- [WHAT YOU NEED TO DO]
Determine how many lines in the entries below include the word "have", and reply with that number alone.

(Saved entries)
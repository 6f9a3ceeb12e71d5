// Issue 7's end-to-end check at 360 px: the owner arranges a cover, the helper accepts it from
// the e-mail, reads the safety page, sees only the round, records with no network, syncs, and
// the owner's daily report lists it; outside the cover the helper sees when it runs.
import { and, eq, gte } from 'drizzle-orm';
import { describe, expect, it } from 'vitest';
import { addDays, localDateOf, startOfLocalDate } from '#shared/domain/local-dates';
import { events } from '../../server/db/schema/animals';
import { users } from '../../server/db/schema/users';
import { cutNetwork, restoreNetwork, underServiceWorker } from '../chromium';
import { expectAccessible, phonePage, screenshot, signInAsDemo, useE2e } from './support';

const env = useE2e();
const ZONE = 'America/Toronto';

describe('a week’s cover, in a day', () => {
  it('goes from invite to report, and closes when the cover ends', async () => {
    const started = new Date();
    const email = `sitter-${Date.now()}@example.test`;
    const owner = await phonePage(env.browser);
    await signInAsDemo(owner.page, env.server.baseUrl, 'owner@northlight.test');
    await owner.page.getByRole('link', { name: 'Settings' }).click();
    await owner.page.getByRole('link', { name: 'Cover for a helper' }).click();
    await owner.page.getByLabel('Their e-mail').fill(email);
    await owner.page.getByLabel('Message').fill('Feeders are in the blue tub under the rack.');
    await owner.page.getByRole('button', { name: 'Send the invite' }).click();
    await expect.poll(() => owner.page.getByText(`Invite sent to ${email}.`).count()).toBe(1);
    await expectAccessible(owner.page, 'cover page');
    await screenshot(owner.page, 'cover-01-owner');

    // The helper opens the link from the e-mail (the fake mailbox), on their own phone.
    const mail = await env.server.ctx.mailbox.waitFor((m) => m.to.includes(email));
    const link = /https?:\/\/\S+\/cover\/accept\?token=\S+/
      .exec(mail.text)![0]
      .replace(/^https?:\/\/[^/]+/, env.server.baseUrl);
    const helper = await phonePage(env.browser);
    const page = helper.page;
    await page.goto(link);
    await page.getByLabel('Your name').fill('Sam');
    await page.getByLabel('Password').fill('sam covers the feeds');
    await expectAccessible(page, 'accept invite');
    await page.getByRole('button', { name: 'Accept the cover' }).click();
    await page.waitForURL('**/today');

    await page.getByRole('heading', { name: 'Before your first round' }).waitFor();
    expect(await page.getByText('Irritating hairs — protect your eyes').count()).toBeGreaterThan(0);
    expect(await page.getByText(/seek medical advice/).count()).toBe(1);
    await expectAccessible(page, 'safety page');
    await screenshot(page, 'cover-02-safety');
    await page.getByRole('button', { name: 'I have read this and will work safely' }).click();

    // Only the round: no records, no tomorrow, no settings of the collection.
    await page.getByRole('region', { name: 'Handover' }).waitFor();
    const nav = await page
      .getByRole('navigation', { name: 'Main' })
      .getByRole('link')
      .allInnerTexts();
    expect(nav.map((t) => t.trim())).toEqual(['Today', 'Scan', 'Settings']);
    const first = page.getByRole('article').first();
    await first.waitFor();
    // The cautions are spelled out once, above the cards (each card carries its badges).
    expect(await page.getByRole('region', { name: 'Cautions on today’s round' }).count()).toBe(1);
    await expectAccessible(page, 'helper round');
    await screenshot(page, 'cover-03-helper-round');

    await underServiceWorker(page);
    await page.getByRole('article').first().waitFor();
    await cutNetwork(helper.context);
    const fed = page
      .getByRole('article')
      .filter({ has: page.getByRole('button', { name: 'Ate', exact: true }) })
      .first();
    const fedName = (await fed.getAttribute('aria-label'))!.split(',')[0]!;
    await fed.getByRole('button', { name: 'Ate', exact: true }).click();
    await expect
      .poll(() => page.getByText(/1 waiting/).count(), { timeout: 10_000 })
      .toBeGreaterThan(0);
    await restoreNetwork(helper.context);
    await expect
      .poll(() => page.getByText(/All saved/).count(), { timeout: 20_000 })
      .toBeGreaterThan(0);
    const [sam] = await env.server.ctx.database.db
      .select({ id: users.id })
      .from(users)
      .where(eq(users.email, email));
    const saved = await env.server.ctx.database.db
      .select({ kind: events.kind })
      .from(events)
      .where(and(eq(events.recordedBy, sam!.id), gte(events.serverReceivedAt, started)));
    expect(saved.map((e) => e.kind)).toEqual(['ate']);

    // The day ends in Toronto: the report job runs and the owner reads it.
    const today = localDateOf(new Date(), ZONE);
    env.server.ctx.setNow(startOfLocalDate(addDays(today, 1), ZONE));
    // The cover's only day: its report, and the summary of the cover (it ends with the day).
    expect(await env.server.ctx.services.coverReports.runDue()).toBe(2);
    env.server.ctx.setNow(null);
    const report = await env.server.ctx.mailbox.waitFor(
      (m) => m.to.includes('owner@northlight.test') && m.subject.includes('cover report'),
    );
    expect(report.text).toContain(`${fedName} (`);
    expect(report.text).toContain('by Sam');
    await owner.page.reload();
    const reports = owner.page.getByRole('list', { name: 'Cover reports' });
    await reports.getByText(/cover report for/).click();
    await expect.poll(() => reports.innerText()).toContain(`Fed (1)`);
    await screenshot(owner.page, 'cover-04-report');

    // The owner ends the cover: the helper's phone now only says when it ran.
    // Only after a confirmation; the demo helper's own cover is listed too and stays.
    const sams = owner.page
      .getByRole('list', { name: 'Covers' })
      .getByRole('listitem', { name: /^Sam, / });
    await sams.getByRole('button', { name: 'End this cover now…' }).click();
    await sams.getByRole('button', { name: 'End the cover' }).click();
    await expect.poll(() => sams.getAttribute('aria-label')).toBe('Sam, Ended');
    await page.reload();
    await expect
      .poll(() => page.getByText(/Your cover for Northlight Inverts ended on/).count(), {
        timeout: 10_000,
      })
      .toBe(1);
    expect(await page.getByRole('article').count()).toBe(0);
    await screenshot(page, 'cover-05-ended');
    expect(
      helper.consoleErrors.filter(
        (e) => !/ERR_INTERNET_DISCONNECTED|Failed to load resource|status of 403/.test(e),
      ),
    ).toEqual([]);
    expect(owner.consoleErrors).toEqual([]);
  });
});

---

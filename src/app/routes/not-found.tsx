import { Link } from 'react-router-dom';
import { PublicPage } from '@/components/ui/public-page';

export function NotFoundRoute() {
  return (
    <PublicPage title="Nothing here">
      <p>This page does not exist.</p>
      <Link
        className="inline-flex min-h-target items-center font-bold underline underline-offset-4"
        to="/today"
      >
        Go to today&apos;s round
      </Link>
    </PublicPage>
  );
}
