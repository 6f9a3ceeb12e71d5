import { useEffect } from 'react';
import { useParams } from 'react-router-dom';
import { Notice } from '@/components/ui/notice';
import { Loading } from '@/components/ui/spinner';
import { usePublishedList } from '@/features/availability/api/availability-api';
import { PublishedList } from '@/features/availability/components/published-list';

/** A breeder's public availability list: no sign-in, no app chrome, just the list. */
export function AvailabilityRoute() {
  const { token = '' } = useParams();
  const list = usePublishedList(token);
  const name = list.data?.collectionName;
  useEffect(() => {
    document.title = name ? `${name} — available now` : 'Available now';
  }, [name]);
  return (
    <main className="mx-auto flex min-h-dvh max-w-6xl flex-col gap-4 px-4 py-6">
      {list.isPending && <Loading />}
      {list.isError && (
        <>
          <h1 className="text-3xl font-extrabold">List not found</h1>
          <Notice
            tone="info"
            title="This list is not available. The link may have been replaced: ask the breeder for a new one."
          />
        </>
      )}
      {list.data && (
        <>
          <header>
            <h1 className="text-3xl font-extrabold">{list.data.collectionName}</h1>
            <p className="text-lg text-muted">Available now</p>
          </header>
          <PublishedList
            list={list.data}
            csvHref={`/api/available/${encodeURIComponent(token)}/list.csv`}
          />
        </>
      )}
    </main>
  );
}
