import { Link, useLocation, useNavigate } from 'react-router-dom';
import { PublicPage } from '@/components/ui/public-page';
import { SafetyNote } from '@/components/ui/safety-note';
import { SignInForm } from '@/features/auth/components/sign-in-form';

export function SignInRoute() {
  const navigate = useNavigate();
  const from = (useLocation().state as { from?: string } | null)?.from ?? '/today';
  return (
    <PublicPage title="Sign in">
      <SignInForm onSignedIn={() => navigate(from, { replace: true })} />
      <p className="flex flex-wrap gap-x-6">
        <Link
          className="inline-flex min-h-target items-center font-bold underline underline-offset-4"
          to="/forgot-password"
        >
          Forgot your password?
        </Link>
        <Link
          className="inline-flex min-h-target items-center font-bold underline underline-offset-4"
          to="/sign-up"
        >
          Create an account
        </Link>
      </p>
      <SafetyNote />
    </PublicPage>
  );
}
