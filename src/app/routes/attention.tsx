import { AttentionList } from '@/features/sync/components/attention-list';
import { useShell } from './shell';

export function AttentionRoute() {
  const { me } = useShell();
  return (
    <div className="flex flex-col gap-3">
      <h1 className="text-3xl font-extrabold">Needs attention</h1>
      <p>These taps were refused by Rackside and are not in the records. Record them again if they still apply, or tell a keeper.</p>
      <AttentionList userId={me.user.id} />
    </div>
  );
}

- [YOUR SOLUTION]
2